▶ Problem requirements
Where does the word "text" show up in the records? Copy every line that holds it.

BEGIN Supplied data

/// The fixed `@LEVEL` of a recipe (`clip:220@-4,drive=...` gives -4).
fn set_level(recipe: &str) -> f64 {
    let (_, rest) = recipe.split_once('@').unwrap();
    let level = rest.split(',').next().unwrap();
    level.parse().unwrap()
}

/// `brink scan --json --every 1s` of a committed demo file.
fn scan(file: &str) -> Value {
    let out = brink()
        .args(["scan", "--json", "--every", "1s"])
        .arg(demo_dir().join(file))
        .output()
        .unwrap();
    assert!(
        out.status.success(),
        "scan {file}: {}",
        String::from_utf8_lossy(&out.stderr)
    );
    let text = String::from_utf8(out.stdout).unwrap();
    let v: Value = serde_json::from_str(text.trim()).unwrap();
    assert_eq!(v["format"], "brink-scan-1");
    v
}

/// Each file is scanned once and shared by the tests that read it.
fn scanned(file: &'static str) -> &'static Value {
    static STAGE: OnceLock<Value> = OnceLock::new();
    static PP: OnceLock<Value> = OnceLock::new();
    static SE: OnceLock<Value> = OnceLock::new();
    static PB: OnceLock<Value> = OnceLock::new();
    let cell = match file {
        STAGE_BOX => &STAGE,
        PUSH_PULL => &PP,
        SINGLE_ENDED => &SE,
        PLAYBACK => &PB,
        _ => panic!("no cache for {file}"),
    };
    cell.get_or_init(|| scan(file))
}

/// Channel `n` (1-based) of a report.
fn ch(v: &Value, n: usize) -> &Value {
    let c = &v["channels"][n - 1];
    assert_eq!(c["channel"], n);
    c
}

fn num(v: &Value) -> f64 {
    v.as_f64()
        .unwrap_or_else(|| panic!("expected a number, got {v}"))
}

fn count(v: &Value) -> u64 {
    v.as_u64()
        .unwrap_or_else(|| panic!("expected a count, got {v}"))
}

/// The timeline slices of channel `n`, in time order.
fn slices(v: &Value, n: usize) -> Vec<&Value> {
    v["timeline"]
        .as_array()
        .unwrap()
        .iter()
        .map(|s| {
            let c = &s["channels"][n - 1];
            assert_eq!(c["channel"], n);
            c
        })
        .collect()
}

/// Harmonic `order` of channel `c`, dBc.
fn harmonic(c: &Value, order: u64) -> f64 {
    let h = c["distortion"]["harmonics"]
        .as_array()
        .unwrap()
        .iter()
        .find(|h| h["order"] == order)
        .unwrap_or_else(|| panic!("no H{order}"));
    num(&h["level_dbc"])
}

/// THD per one-second slice rises with every drive step: each at least 15 % above the one
/// before (the README's readings rise by 26 % or more), from a light start to a heavy end.
fn assert_thd_rises_per_step(file: &'static str, steps: usize) -> Vec<f64> {
    let v = scanned(file);
    let thd: Vec<f64> = slices(v, 1).iter().map(|s| num(&s["thd_pct"])).collect();
    assert_eq!(thd.len(), steps, "{file}: one slice per drive step");
    for w in thd.windows(2) {
        assert!(
            w[1] > 1.15 * w[0],
            "{file}: THD must rise per step: {thd:?}"
        );
    }
    assert!(thd[0] < 3.0, "{file}: first step light: {thd:?}");
    assert!(thd[steps - 1] > 25.0, "{file}: last step heavy: {thd:?}");
    thd
}

/// The recipe list and the folder agree, `make.sh` runs that list, and the files stay small.
#[test]
fn recipes_name_every_demo_file_and_make_sh_runs_them() {
    let dir = demo_dir();
    let listed: BTreeSet<String> = demos().into_iter().map(|d| d.file).collect();
    let on_disk: BTreeSet<String> = std::fs::read_dir(&dir)
        .unwrap()
        .map(|e| e.unwrap().file_name().into_string().unwrap())
        .filter(|n| n.ends_with(".wav"))
        .collect();
    assert_eq!(listed, on_disk, "recipes.txt must list exactly the WAVs");
    for name in [STAGE_BOX, PUSH_PULL, SINGLE_ENDED, PLAYBACK] {
        assert!(listed.contains(name), "{name} missing from recipes.txt");
    }
    for d in demos() {
        assert!(
            d.args.iter().any(|a| a == "--seed"),
            "{}: a fixed --seed keeps the noise reproducible",
            d.file
        );
    }

    let script = std::fs::read_to_string(dir.join("make.sh")).unwrap();
    assert!(script.starts_with("#!/usr/bin/env bash\n"));
    assert!(script.contains("set -euo pipefail"));
    assert!(script.contains("cargo build --release"));
    assert!(
        script.contains("recipes.txt"),
        "make.sh reads the shared list"
    );

    let mut total = 0;
    for name in &on_disk {
        let len = std::fs::metadata(dir.join(name)).unwrap().len();
        assert!(len < 2_000_000, "{name} is {len} bytes");
        total += len;
    }
    assert!(total < 6_000_000, "demo-tones holds {total} bytes of WAV");
}

/// The README quotes the exact command of every file, as `recipes.txt` has it.
#[test]
fn readme_quotes_the_command_of_every_demo_file() {
    let readme = std::fs::read_to_string(demo_dir().join("README.md")).unwrap();
    for d in demos() {
        let cmd = format!("brink gen demo-tones/{} {}", d.file, d.args.join(" "));
        assert!(readme.contains(&cmd), "README.md lacks `{cmd}`");
    }
}

/// Running the recipes again gives the committed files, byte for byte.
#[test]
fn demo_files_regenerate_byte_for_byte() {
    let tmp = tempfile::tempdir().unwrap();
    for d in demos() {
        let fresh = tmp.path().join(&d.file);
        brink()
            .arg("gen")
            .arg(&fresh)
            .args(&d.args)
            .assert()
            .success();
        let want = std::fs::read(demo_dir().join(&d.file)).unwrap();
        let got = std::fs::read(&fresh).unwrap();
        assert_eq!(got.len(), want.len(), "{}: length differs", d.file);
        let first_diff = got.iter().zip(&want).position(|(a, b)| a != b);
        assert_eq!(
            first_diff, None,
            "{}: regenerated bytes differ (run demo-tones/make.sh and update the README)",
            d.file
        );
    }
}

/// The stage box file is what the README says: 4 channels, 48 kHz, 24-bit, 3 s.
#[test]
fn stage_box_format() {
    let v = scanned(STAGE_BOX);
    assert_eq!(v["sample_rate_hz"], 48_000);
    assert_eq!(v["encoding"], "24-bit integer PCM");
    assert_eq!(v["channels"].as_array().unwrap().len(), 4);
    assert!((num(&v["duration_s"]) - 3.0).abs() < 1e-9);
    assert_eq!(slices(v, KICK).len(), 3, "three one-second slices");
}

/// Kick: a clean 58 Hz thump at -10 dBFS, nothing clipped.
#[test]
fn stage_box_kick_is_clean() {
    let c = ch(scanned(STAGE_BOX), KICK);
    let clip = &c["clipping"];
    assert_eq!(count(&clip["overs"]), 0);
    assert_eq!(count(&clip["flat_tops"]), 0);
    assert_eq!(count(&clip["clipped_samples"]), 0);
    assert!(clip["first_clip_s"].is_null());
    assert!(num(&c["level"]["headroom_db"]) > 9.0);
    let d = &c["distortion"];
    assert!((num(&d["fundamental_hz"]) - 58.0).abs() < 0.01);
    assert!(num(&d["thd_pct"]) < 0.01, "clean sine: {}", d["thd_pct"]);
}

/// Lead vocal: the preamp flat-tops at its set level (-4 dBFS) from the first drive step on,
/// while the converter never gets near full scale: flat tops, no overs.
#[test]
fn stage_box_vocal_flat_tops_below_full_scale() {
    let v = scanned(STAGE_BOX);
    let recipe = demo(STAGE_BOX).recipes()[VOCAL - 1].to_string();
    assert!(recipe.starts_with("clip:"), "{recipe}");
    let set = set_level(&recipe);
    let c = ch(v, VOCAL);
    let clip = &c["clipping"];
    assert!(count(&clip["flat_tops"]) > 0);
    assert_eq!(count(&clip["overs"]), 0);
    assert!(
        (num(&clip["clip_level_dbfs"]) - set).abs() < 0.2,
        "clip level {} vs set {set}",
        clip["clip_level_dbfs"]
    );
    for side in ["positive", "negative"] {
        let l = num(&clip["flat_top_levels_dbfs"][side]);
        assert!((l - set).abs() < 0.2, "{side} flat tops at {l}");
    }
    assert!(
        num(&c["level"]["true_peak_dbtp"]) < -3.0,
        "never near 0 dBFS"
    );
    // drive=0..12/3 over 3 s: the clean step ends at 1.0 s; the first plateau follows within a
    // quarter period of 220 Hz (1.1 ms).
    let first = num(&clip["first_clip_s"]);
    assert!((1.0..1.0012).contains(&first), "first clip at {first} s");
    for e in clip["events"].as_array().unwrap() {
        assert_eq!(e["kind"], "flat-top");
    }
    let per_s: Vec<u64> = slices(v, VOCAL)
        .iter()
        .map(|s| count(&s["flat_tops"]))
        .collect();
    assert_eq!(per_s[0], 0, "first second clean: {per_s:?}");
    assert!(per_s[1] > 0 && per_s[2] > 0, "{per_s:?}");
}

/// Bass DI: the last level step (+3 dB) runs the converter into digital full scale: overs,
/// from 2 s on, and no flat tops below full scale.
#[test]
fn stage_box_bass_di_hits_overs() {
    let v = scanned(STAGE_BOX);
    let c = ch(v, BASS_DI);
    let clip = &c["clipping"];
    assert!(count(&clip["overs"]) > 0);
    assert_eq!(count(&clip["flat_tops"]), 0);
    assert!(num(&clip["clip_level_dbfs"]).abs() < 0.01, "at full scale");
    // sine:41.2@-9..3/3 over 3 s: the +3 dB step starts at 2.0 s; the first crest after it is
    // within a quarter period of 41.2 Hz (6.1 ms).
    let first = num(&clip["first_clip_s"]);
    assert!((2.0..2.0061).contains(&first), "first clip at {first} s");
    for e in clip["events"].as_array().unwrap() {
        assert_eq!(e["kind"], "over");
    }
    let per_s: Vec<u64> = slices(v, BASS_DI)
        .iter()
        .map(|s| count(&s["overs"]))
        .collect();
    assert_eq!(&per_s[..2], &[0, 0], "{per_s:?}");
    assert!(per_s[2] > 0, "{per_s:?}");
}

/// Room mic: only noise, so no fundamental and no distortion block at all.
#[test]
fn stage_box_room_mic_has_no_fundamental() {
    let v = scanned(STAGE_BOX);
    let c = ch(v, ROOM);
    assert!(c["distortion"].is_null(), "got {}", c["distortion"]);
    assert_eq!(count(&c["clipping"]["clipped_samples"]), 0);
    assert!((num(&c["level"]["rms_dbfs"]) + 66.0).abs() < 0.5);
    for s in slices(v, ROOM) {
        assert!(s["fundamental_hz"].is_null());
        assert!(s["thd_pct"].is_null());
    }
}

/// Push-pull (symmetric) stage: odd harmonics only, THD rising with every drive step, and
/// rounded (not flat) tops even at the last step.
#[test]
fn push_pull_stage_is_odd_only_and_thd_rises() {
    let v = scanned(PUSH_PULL);
    assert_eq!(v["channels"].as_array().unwrap().len(), 1);
    let c = ch(v, 1);
    let d = &c["distortion"];
    assert!((num(&d["fundamental_hz"]) - 997.0).abs() < 0.01);
    // README: -77.5 dB; a symmetric curve makes no even harmonics at all.
    assert!(
        num(&d["odd_even_db"]) < -40.0,
        "odd/even {}",
        d["odd_even_db"]
    );
    for even in [2, 4, 6] {
        assert!(harmonic(c, even) < -80.0, "H{even} {}", harmonic(c, even));
    }
    assert!(harmonic(c, 3) > -30.0, "H3 {}", harmonic(c, 3));
    // README: -35.8 dB per octave of order.
    let fall = num(&d["falloff_db_per_octave"]);
    assert!((-45.0..-25.0).contains(&fall), "fall-off {fall}");
    let clip = &c["clipping"];
    assert_eq!(count(&clip["overs"]), 0);
    assert_eq!(count(&clip["flat_tops"]), 0);
    assert_thd_rises_per_step(PUSH_PULL, 6);
}

/// Single-ended (biased) stage: even-rich (H2 strongest, odd/even positive), more THD than the
/// push-pull stage at every step, and one-sided flat tops only in the last step.
#[test]
fn single_ended_stage_is_even_rich_and_thd_rises() {
    let v = scanned(SINGLE_ENDED);
    assert_eq!(v["channels"].as_array().unwrap().len(), 1);
    let c = ch(v, 1);
    let d = &c["distortion"];
    assert!((num(&d["fundamental_hz"]) - 997.0).abs() < 0.01);
    // README: +5.6 dB.
    assert!(
        num(&d["odd_even_db"]) > 0.0,
        "odd/even {}",
        d["odd_even_db"]
    );
    let h2 = harmonic(c, 2);
    assert!(h2 > -25.0, "H2 {h2}");
    for order in 3..=10 {
        assert!(h2 > harmonic(c, order), "H2 strongest, not H{order}");
    }
    let fall = num(&d["falloff_db_per_octave"]);
    assert!((-45.0..-25.0).contains(&fall), "fall-off {fall}");
    assert!(num(&c["level"]["dc_offset"]) < -0.01, "asymmetry shifts DC");

    let se = assert_thd_rises_per_step(SINGLE_ENDED, 6);
    let pp = assert_thd_rises_per_step(PUSH_PULL, 6);
    for (k, (s, p)) in se.iter().zip(&pp).enumerate() {
        assert!(s > p, "step {k}: single-ended {s} % vs push-pull {p} %");
    }

    // The short half-wave saturates flat in the last step (drive +12 dB) only.
    let clip = &c["clipping"];
    assert_eq!(count(&clip["overs"]), 0);
    let per_s: Vec<u64> = slices(v, 1)
        .iter()
        .map(|s| count(&s["flat_tops"]))
        .collect();
    assert_eq!(&per_s[..5], &[0, 0, 0, 0, 0], "{per_s:?}");
    assert!(per_s[5] > 0, "{per_s:?}");
    let first = num(&clip["first_clip_s"]);
    assert!((5.0..5.01).contains(&first), "first clip at {first} s");
    assert!(!clip["flat_top_levels_dbfs"]["positive"].is_null());
    assert!(clip["flat_top_levels_dbfs"]["negative"].is_null());
}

END Supplied data

▶ Task solution
    let text = String::from_utf8(out.stdout).unwrap();
    let v: Value = serde_json::from_str(text.trim()).unwrap();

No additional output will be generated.